I would like to use Ruby 1.9.3 to replace accented UTF-8 characters with their ASCII equivalents. For example,
Acsády --> Acsady
The traditional way to do this is using the IConv package, which is part of Ruby's standard library. You can do something like this:
str = 'Acsády'
IConv.iconv('ascii//TRANSLIT', 'utf8', str)
Which will yield
Acsa'dy
One then has to delete the apostrophes. While this method still works in Ruby 1.9.3, I get a warning saying that IConv is deprecated and that String#encode should be used instead
. However, String#encode
does not offer exactly the same functionality.
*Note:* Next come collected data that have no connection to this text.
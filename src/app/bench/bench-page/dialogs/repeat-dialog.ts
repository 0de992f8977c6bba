import { ChangeDetectionStrategy, Component, computed, inject, signal } from '@angular/core';
import { MatButton } from '@angular/material/button';
import { MAT_DIALOG_DATA, MatDialogModule, MatDialogRef } from '@angular/material/dialog';
import { MatFormFieldModule } from '@angular/material/form-field';
import { MatInput } from '@angular/material/input';
import { formFieldDefaults } from '../../../ui/material-defaults';
import { type ReadingBody, REPEAT_REASON_TITLES, REPEAT_REASONS } from '#shared/contract/bench';
import { StillTyping } from './still-typing';

/** What is repeated: "Unit 48, ripple at 500 mA", and what stands there now. */
export interface RepeatQuestion {
  readonly what: string;
  readonly standing: string;
}

type Repeat = NonNullable<ReadingBody['repeat']>;

/** Asks why a reading is repeated; the first one stays on record. Keys 1 to 6 choose, Enter goes on. */
@Component({
  selector: 'qr-repeat-dialog',
  imports: [MatButton, MatDialogModule, MatFormFieldModule, MatInput],
  templateUrl: './repeat-dialog.html',
  styleUrl: './repeat-dialog.scss',
  host: { '(keydown)': 'press($event)' },
  providers: [formFieldDefaults],
  changeDetection: ChangeDetectionStrategy.OnPush,
})
export class RepeatDialog {
  private readonly dialog = inject<MatDialogRef<RepeatDialog, Repeat>>(MatDialogRef);
  private readonly typing = new StillTyping();

  protected readonly question = inject<RepeatQuestion>(MAT_DIALOG_DATA);
  protected readonly reasons = REPEAT_REASONS.map((value) => ({ value, title: REPEAT_REASON_TITLES[value] }));
  protected readonly reason = signal<Repeat['reason'] | null>(null);
  protected readonly note = signal('');
  protected readonly tried = signal(false);

  /** What is still missing; "other" needs a few words. */
  protected readonly lacking = computed(() => {
    if (this.reason() === null) return 'Choose a reason.';
    return this.reason() === 'other' && this.note().trim() === '' ? 'Say in a few words what it was.' : '';
  });

  protected take(): void {
    this.tried.set(true);
    const reason = this.reason();
    if (reason !== null && this.lacking() === '') this.dialog.close({ reason, note: this.note().trim() });
  }

  protected press(event: KeyboardEvent): void {
    if (this.typing.isMeant(event)) {
      event.preventDefault();
      return;
    }
    const inNote = event.target instanceof HTMLInputElement && event.target.type === 'text';
    const chosen = this.reasons[Number(event.key) - 1];
    if (inNote || chosen === undefined) return;
    event.preventDefault();
    this.reason.set(chosen.value);
  }
}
Undefined characters throw an exception by default, but you can handle them by either setting :undef=>:replace (which replaces undefined chars with the default '?' char) or the :fallback option to a hash which maps undefined source encoding characters to target encoding. I am wondering whether there are standard :fallback hashes available in the standard library or through some gem, such that I don't have to write my own hash to handle all possible accent marks.
@raina77ow: Thanks for the response. That's exactly what I was looking for. However, after looking at the thread you linked to I realized that a better solution may be to simply match unaccented characters to their accented equivalents, in the way that databases use a character set collation. Does Ruby have anything equivalent to collations?